In the svg output format, how does graphviz ensure that the <polygon> element must contain text content?
I assume that an English character occupies the length and width of a fontsize unit, but there will always be some cases where the fontsize will always exceed the interior of the rectangular container.So I’m curious how graphviz implement it?
To measure the length of text in svg, is there any related paper to support it?
The way I can think of is to enumerate the length of all characters in all fonts, then query this table to get the length of a single character, and then take the total length.

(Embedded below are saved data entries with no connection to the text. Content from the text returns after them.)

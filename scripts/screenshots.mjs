import { mkdirSync } from 'node:fs'
import { join } from 'node:path'
import { openBrowser, signIn, themes, widths } from './lib/browser.mjs'
import { chromium } from './lib/chromium.mjs'
import { buildApp, checkNode, installPackages } from './lib/packages.mjs'
import { dataFolder, refuseForeign, root } from './lib/places.mjs'
import { withSession } from './lib/session.mjs'
import { StopSentence, runMain } from './lib/stop-sentence.mjs'
import { startThrowAway } from './lib/throw-away.mjs'

// npm run screenshots: the main pages into docs/screens; ANIONARY_TEST_URL names a running Anionary to take them from.
const READER = 'ines@norrvik.example'

/** @typedef {{ name: string, path: string, isSignedIn: boolean }} Screen */

await runMain(async () => {
  checkNode()
  refuseForeign(dataFolder())
  await installPackages()
  const program = await chromium()
  await withSession(async (session) => {
    const url = process.env.ANIONARY_TEST_URL || await startOwn(session)
    session.checkpoint()
    const browser = await openBrowser(program)
    session.onEnd(() => browser.close())
    const screens = await screensOf(browser, url)
    for (const theme of themes) {
      for (const width of widths) {
        await takeAll(browser, url, screens, { theme, width })
        session.checkpoint()
      }
    }
  })
})

/** @param {import('./lib/session.mjs').Session} session */
async function startOwn(session) {
  await buildApp()
  return (await startThrowAway(session)).url
}

/**
 * The pages to take; the project is the first that the demo lists, the series one with a reading set aside.
 * @param {import('playwright-core').Browser} browser @param {string} url @returns {Promise<Screen[]>}
 */
async function screensOf(browser, url) {
  const context = await browser.newContext({ baseURL: url })
  await signIn(context, READER)
  const project = await idOf(context, '/api/v1/projects', () => true)
  const series = await idOf(context, `/api/v1/projects/${project}/series`,
    ({ salt, readings }) => salt.formula === 'NaSCN' && readings.some(({ setAside }) => setAside))
  await context.close()
  return [
    { name: 'landing', path: '/', isSignedIn: false },
    { name: 'home', path: '/', isSignedIn: true },
    { name: 'project', path: `/projects/${project}`, isSignedIn: true },
    { name: 'project-series', path: `/projects/${project}/series`, isSignedIn: true },
    { name: 'series', path: `/projects/${project}/series/${series}`, isSignedIn: true },
    { name: 'materials', path: `/projects/${project}/materials`, isSignedIn: true },
  ]
}

/** @typedef {{ id: string, salt: { formula: string }, readings: { setAside: boolean }[] }} Listed */

/**
 * Id of the first item that fits.
 * @param {import('playwright-core').BrowserContext} context @param {string} path @param {(item: Listed) => boolean} isWanted @returns {Promise<string>}
 */
async function idOf(context, path, isWanted) {
  const answer = await context.request.get(path)
  const { items } = /** @type {{ items?: Listed[] }} */ (await answer.json())
  const found = items?.find(isWanted)
  if (!found) throw new StopSentence(`${path} lists nothing to picture: the pictures need the demo data.`)
  return found.id
}

/**
 * @param {import('playwright-core').Browser} browser @param {string} url @param {Screen[]} screens
 * @param {{ theme: 'light' | 'dark', width: number }} look
 */
async function takeAll(browser, url, screens, { theme, width }) {
  const folder = join(root, 'docs', 'screens')
  mkdirSync(folder, { recursive: true })
  for (const isSignedIn of [false, true]) {
    const context = await browser.newContext({ baseURL: url, colorScheme: theme, reducedMotion: 'reduce', viewport: { width, height: 900 } })
    if (isSignedIn) await signIn(context, READER)
    const page = await context.newPage()
    for (const { name, path } of screens.filter(screen => screen.isSignedIn === isSignedIn)) {
      const answer = await page.goto(path, { waitUntil: 'networkidle' })
      if (!answer?.ok()) throw new StopSentence(`${path} was answered with ${answer?.status()}: there is no page to take.`)
      await page.evaluate(chosen => document.documentElement.dataset.theme = chosen, theme)
      await page.evaluate(() => document.fonts.ready.then(() => true))
      const file = join(folder, `${name}-${width}-${theme}.png`)
      const { length } = await page.screenshot({ path: file, fullPage: true, animations: 'disabled' })
      console.log(`${file.slice(root.length + 1)}  ${Math.round(length / 1000)} kB`)
    }
    await context.close()
  }
}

The graphviz program loads one font file from disk and uses that font file and the “font metrics” inside the file which explain the sizes of each character in that font.
Sometimes this runs into trouble: graphviz might run on a computer with a font, and another computer might show the SVG without the font, and have to fall back to another font. Then the orignally-computed text size is wrong, and the svg rectangle is now the wrong size.
Graphviz calls a driver to get the size of rendered text. (It’s a little more than just adding up the sizes of glyphs - for example there may be kerning or ligatures to take into account.) Usually the formatter is the same as the renderer but it doesn’t have to be, as explained in Command Line | Graphviz
The cairo SVG generator is interesting in that it embeds the fonts in the generated SVG, to get around the problem Mark mentioned, where there are different font files on the computer (or environment) where Graphviz was run to make the SVG, and on the computer where the SVG is being displayed. It works well but at the cost of increasing the size of the output SVG and making it more difficult to postprocess (if that matters to anyone but usually it doesn’t).
I think the only way to make sure you know absolutely what you are getting is to render to a raster format like PNG.
In at least one of the core drivers (like psgen) there used to generated code that would compensate for some of minor differences in text sizing, but we may have given up on that because the semantics are complicated and not supported by most other drivers anyway.
I’m not sure whether it’s surprising that 20+ years after we started, this aspect of operating system APIs hasn’t improved much. Probably there is little incentive to do more about it. Once in a while (as recently as last week) I still see PDFs of scientific papers that render wrong. It’s nothing to do with Graphviz. I think sometimes it’s a stale cache or failure to refresh some font cache, in my case in the MacOS I’m using.
Thanks a lot,I didn’t know much about font metrics before. According to your introduction and reviewing related materials, I have a general understanding of how graphviz does handle between “font family” and “text size”.
My guess is that enumerating all characters for all fonts is not doable in the general case. And would be quite challenging even in a bounded universe with limited users (though maybe a fun challenge).
Not sure why it’s not in the website. git log --summary | grep fontfaq shows no results for it ever being in the current website’s git repo (est. 2017).